Naquele dia 18 de dezembro, em Buenos Aires, os negociadores europeus se surpreenderam com a proposta. Mas esquivaram-se de aceitá-la no momento porque teriam de submetê-la a consultas técnicas e políticas dos países-membros. Pediram algumas semanas. “Não colocamos a pistola na cabeça deles”, comentou um dos negociadores do Mercosul. “Esperaremos o tempo que for necessário para os europeus fazerem as consultas internas e nos responderem porque sabemos que há chances agora de conclusão do acordo.”
Não há generosidade em negociações comerciais. O Mercosul decidiu não pressionar os europeus porque já há “distrações” demais no velho continente – a saída da Inglaterra do bloco (Brexit), os resquícios do separatismo catalão na Espanha, as dificuldades da Alemanha em compor um governo, entre outros. Uma pressão maior poderia levá-los a engavetar as negociações definitivamente. Ao final da espera, porém, os sul-americanos não fecharão o acordo sem acesso substancial aos mercados de carnes, de milho e de etanol europeus. Seria injustificável internamente.
Como destacou o presidente da Comissão Europeia, Jean-Claude Juncker, de Luxembergo, o acordo comercial com o Mercosul será o maior assinado pela União Europeia, uma vez que as negociações com os Estados Unidos foram abortadas pelo presidente Donald Trump. Será também o maior, mais significativo para o Mercosul. Se as conversas de amanhã em Bruxelas prosperarem, o acordo poderá ser assinado semanas depois. Durante mais oito a nove meses, haverá o detalhamento dos textos e traduções.
Quando entrar em vigor, o acordo imporá compromissos de redução de tarifas ao longo de dez anos para ambos os lados. Também haverá o compromisso de respeitarem uma série de normas relacionadas a conteúdo nacional, propriedade intelectual, acesso de serviços, defesa da concorrência, compras governamentais, entre outros temas. Não haverá, entre esses capítulos, o de proteção de investimentos.

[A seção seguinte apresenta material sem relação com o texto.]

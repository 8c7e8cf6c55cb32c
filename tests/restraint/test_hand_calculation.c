/* Every line of every hand calculation, worked out again from the digits it prints. */
#include "kent_hand.h"

#include <math.h>
#include <string.h>

static const double DEGREE = 3.14159265358979323846 / 180.0; /* rad */

static const kent_hand_case CASES[] = {{"test", KENT_CASE_TEST, 1.2, 1.2e6},
                                       {"static", KENT_CASE_STATIC, 1.5, 0.8e6},
                                       {"shut", KENT_CASE_OCCASIONAL, 1.5, 1.0e6}};

/* A main with one of everything that is held: a crest at B, a plan bend at C, a turn in
 * plan and profile at D, a sag at F, a tee at T with a branch to S, a reducer at G, a
 * dead end at E. Cover 1.6 m. */
static kent_build main_of_everything(void)
{
    kent_build b = kent_build_new();

    (void)kent_build_point(&b, "A", 0.0, 0.0, 40.0);
    (void)kent_build_point(&b, "B", 150.0, 0.0, 60.0);
    (void)kent_build_point(&b, "C", 300.0, 0.0, 60.0);
    (void)kent_build_point(&b, "D", 440.0, 50.0, 60.0);
    (void)kent_build_point(&b, "F", 560.0, 170.0, 40.0);
    (void)kent_build_point(&b, "T", 700.0, 310.0, 40.0);
    (void)kent_build_point(&b, "S", 760.0, 250.0, 40.0);
    (void)kent_build_point(&b, "G", 800.0, 410.0, 40.0);
    (void)kent_build_point(&b, "E", 900.0, 510.0, 40.0);
    const int p = kent_build_pipe(&b, "P", "A B C D F T G", 0.5, 1000.0);
    (void)kent_build_pipe(&b, "Q", "T S", 0.2, 1000.0);
    (void)kent_build_pipe(&b, "R", "G E", 0.3, 1000.0);
    b.model->pipes[p].laying_length = 5.5;
    b.model->pipes[2].unit_mass = 78.0;
    (void)kent_build_fixed_level(&b, "A", 150.0);
    (void)kent_build_scenario(&b, "shut", 60.0);
    b.model->loads.test_pressure = 1.2e6;
    const int t = kent_build_soil(&b, "till", 180e3, 19e3, 1.6);
    kent_soil *till = &b.model->soils[t];
    till->factor_inside = 1.5;
    till->vertical_bearing = 120e3;
    till->friction_angle = 28.0 * DEGREE;
    till->cohesion = 4e3;
    till->friction_ratio = 0.7;
    till->adhesion_ratio = 0.5;
    till->passive_ratio = 0.6;
    b.model->ground.water_table = (double)INFINITY;
    return b;
}

static void check_all(kent_build *b, size_t least)
{
    kent_build_derive(b);
    kent_restraints *r = kent_hand_size(b, CASES, 3);
    size_t checked = 0;

    for (size_t i = 0; i < r->fitting_count; i++) {
        const kent_derivation *d = &r->fittings[i].derivation;
        checked += kent_hand_lines(d, KENT_SI);
        checked += kent_hand_lines(d, KENT_US);
    }
    assert_true(checked >= least);
    kent_restraints_free(r);
    kent_build_clear(b);
}

static void every_printed_line_follows_from_the_digits_above_it(void **state)
{
    (void)state;
    kent_build b = main_of_everything();
    check_all(&b, 300);
}

static void so_it_does_in_ground_water_and_in_sleeves(void **state)
{
    (void)state;
    kent_build b = main_of_everything();
    b.model->ground.water_table = 0.7;
    b.model->ground.wrapped = true;
    check_all(&b, 300);
}

/* A steep crest under little cover: the block is as tall as the ground lets it be. */
static void so_it_does_under_little_cover(void **state)
{
    (void)state;
    kent_build b = kent_build_new();
    (void)kent_build_point(&b, "A", 0.0, 0.0, 40.0);
    (void)kent_build_point(&b, "B", 200.0, 0.0, 120.0);
    (void)kent_build_point(&b, "C", 400.0, 0.0, 40.0);
    (void)kent_build_pipe(&b, "P", "A B C", 0.6, 1000.0);
    (void)kent_build_fixed_level(&b, "A", 150.0);
    (void)kent_build_scenario(&b, "shut", 60.0);
    (void)kent_build_soil(&b, "till", 180e3, 19e3, 0.7);
    b.model->loads.test_pressure = 1.2e6;
    kent_build_derive(&b);
    kent_restraints *r = kent_hand_size(&b, CASES, 3);
    const kent_holding *h = &r->fittings[kent_build_fitting_of(&b, "B")];

    assert_non_null(kent_derivation_find(&h->derivation, "top"));
    assert_true(kent_hand_lines(&h->derivation, KENT_SI) > 20);
    assert_true(kent_hand_lines(&h->derivation, KENT_US) > 20);
    kent_restraints_free(r);
    kent_build_clear(&b);
}

static void so_it_does_in_inches(void **state)
{
    (void)state;
    kent_build b = main_of_everything();
    b.model->units = KENT_US;
    b.model->rules.side_step = 0.0508;
    b.model->rules.least_thickness = 0.3048;
    b.model->rules.least_height = 0.3048;
    check_all(&b, 300);
}

static void so_it_does_with_restrained_joints(void **state)
{
    (void)state;
    static const char *const AT[] = {"B", "C", "D", "F", "T", "G", "E"};
    kent_build b = main_of_everything();

    for (size_t i = 0; i < sizeof AT / sizeof AT[0]; i++) {
        const int note = kent_build_note(&b, AT[i]);
        b.model->notes[note].restraint = KENT_RESTRAINED_JOINTS;
    }
    check_all(&b, 300);
}

/* A crest that suction pulls down and a sag that it lifts: both get both checks. */
static void so_it_does_where_a_fitting_is_pushed_up_and_pulled_down(void **state)
{
    (void)state;
    static const kent_hand_case cases[] = {
        {"test", KENT_CASE_TEST, 1.5, 0.6e6},
        {"shut", KENT_CASE_OCCASIONAL, 1.5, -0.09e6}};
    kent_build b = main_of_everything();
    b.model->loads.test_pressure = 0.6e6;
    kent_build_derive(&b);
    kent_restraints *r = kent_hand_size(&b, cases, 2);
    const kent_holding *crest = &r->fittings[kent_build_fitting_of(&b, "B")];
    const kent_holding *sag = &r->fittings[kent_build_fitting_of(&b, "F")];

    assert_int_equal(crest->block.type, KENT_BLOCK_GRAVITY);
    assert_int_equal(sag->block.type, KENT_BLOCK_BASE);
    assert_int_equal(crest->by_sense[KENT_DOWNWARD], 1);
    assert_int_equal(sag->by_sense[KENT_UPWARD], 1);
    assert_true(kent_hand_lines(&crest->derivation, KENT_SI) > 20);
    assert_true(kent_hand_lines(&sag->derivation, KENT_SI) > 20);
    kent_restraints_free(r);
    kent_build_clear(&b);
}

/* The tee and the reducer on a slight slope: face, weight and footing of one block. */
static void so_it_does_where_one_block_does_for_all(void **state)
{
    (void)state;
    for (int way = -1; way <= 1; way += 2) {
        kent_build b = main_of_everything();
        b.model->points[6].at.z -= way * 2.0; /* the branch falls, or climbs */
        b.model->points[8].at.z -= way * 6.0; /* so does the end */
        kent_build_derive(&b);
        kent_restraints *r = kent_hand_size(&b, CASES, 3);
        const kent_holding *reducer = &r->fittings[kent_build_fitting_of(&b, "G")];
        const kent_holding *tee = &r->fittings[kent_build_fitting_of(&b, "T")];
        assert_int_equal(reducer->block.type, KENT_BLOCK_BEARING);
        assert_int_equal(tee->block.type, KENT_BLOCK_BEARING);
        const kent_line *vertical = kent_derivation_find(
            &reducer->derivation, reducer->by_sense[KENT_UPWARD] >= 0 ? "Vc" : "qv");
        assert_non_null(vertical);
        assert_true(kent_hand_lines(&reducer->derivation, KENT_SI) > 20);
        assert_true(kent_hand_lines(&tee->derivation, KENT_US) > 20);
        kent_restraints_free(r);
        kent_build_clear(&b);
    }
}

static void the_calculation_names_the_case_and_the_runner_up(void **state)
{
    (void)state;
    kent_build b = main_of_everything();
    kent_build_derive(&b);
    kent_restraints *r = kent_hand_size(&b, CASES, 3);
    const kent_holding *h = &r->fittings[kent_build_fitting_of(&b, "C")];
    const kent_line *next = kent_derivation_find(&h->derivation, "Fnext");

    assert_int_equal(h->governing, 2); /* 1.5 x 1.0 beats 1.2 x 1.2 */
    assert_non_null(next);
    assert_non_null(strstr(next->says, "'test'"));
    assert_close(next->value, h->runner_up_load, 1e-15);
    kent_restraints_free(r);
    kent_build_clear(&b);
}

/* Governed by a surge whose changing flow stands in the sum, and by the peak on one
 * side of a shut valve, of which nobody knows how long it lasts. */
static void changing_flow_is_taken_off_and_no_line_is_without_a_number(void **state)
{
    (void)state;
    kent_build b = main_of_everything();
    kent_build_derive(&b);
    kent_loads_result loads = kent_hand_loads(b.model, CASES, 3);
    kent_restraints *r = NULL;
    kent_error err = {0};
    for (size_t i = 0; i < loads.fitting_count; i++) {
        kent_load_case *shut = &loads.fittings[i].cases[2];
        shut->above_90_percent = (double)NAN;
        for (int k = 0; k < KENT_SENSES; k++) {
            kent_balance *moved = &shut->worst[k].balance;
            moved->unsteady = (kent_vec3){900.0, -800.0, 700.0};
            moved->thrust = kent_vec3_add(moved->thrust, moved->unsteady);
        }
    }
    assert_int_equal(kent_restraint_size(b.model, &loads, &r, &err), KENT_OK);
    for (size_t i = 0; i < r->fitting_count; i++) {
        const kent_derivation *d = &r->fittings[i].derivation;
        for (size_t k = 0; k < d->count; k++) {
            if (d->lines[k].symbol[0] == '\0') continue; /* a heading */
            assert_true(isfinite(d->lines[k].value));
        }
        for (const char *s = "T_h\0T_up\0T_dn\0"; *s != '\0'; s += strlen(s) + 1) {
            const kent_line *part = kent_derivation_find(d, s);
            if (!part || part->formula[0] == '\0') continue;
            assert_non_null(strstr(part->formula, "-U_"));
        }
    }
    kent_hand_clear(&loads);
    kent_restraints_free(r);
    kent_build_clear(&b);
}

int main(void)
{
    const struct CMUnitTest tests[] = {
        cmocka_unit_test(every_printed_line_follows_from_the_digits_above_it),
        cmocka_unit_test(so_it_does_in_ground_water_and_in_sleeves),
        cmocka_unit_test(so_it_does_under_little_cover),
        cmocka_unit_test(so_it_does_in_inches),
        cmocka_unit_test(so_it_does_with_restrained_joints),
        cmocka_unit_test(so_it_does_where_a_fitting_is_pushed_up_and_pulled_down),
        cmocka_unit_test(so_it_does_where_one_block_does_for_all),
        cmocka_unit_test(the_calculation_names_the_case_and_the_runner_up),
        cmocka_unit_test(changing_flow_is_taken_off_and_no_line_is_without_a_number),
    };
    return cmocka_run_group_tests(tests, NULL, NULL);
}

As negociações começeram em 1999 e chegaram a um impasse em 2004, quando foram suspensas. Seis anos mais tarde, foram retomadas, mas caminharam lentamente até a mudança de governos no Brasil (2015) e na Argentina (2016). O próprio Mercosul e sua agenda externa do voltaram às prioridades de ambos os países, o que tornou possível deslanchar as conversas com os europeus e com outros parceiros comerciais. Entre eles, o Canadá, com quem o Mercosul iniciará negociações em breve, e a Coréia do Sul. O Mercosul tem ainda em sua agenda a ampliação do acordo de preferências tarifárias com a Índia e a negociação com a Associação Europeia de Livre Comércio (EFTA).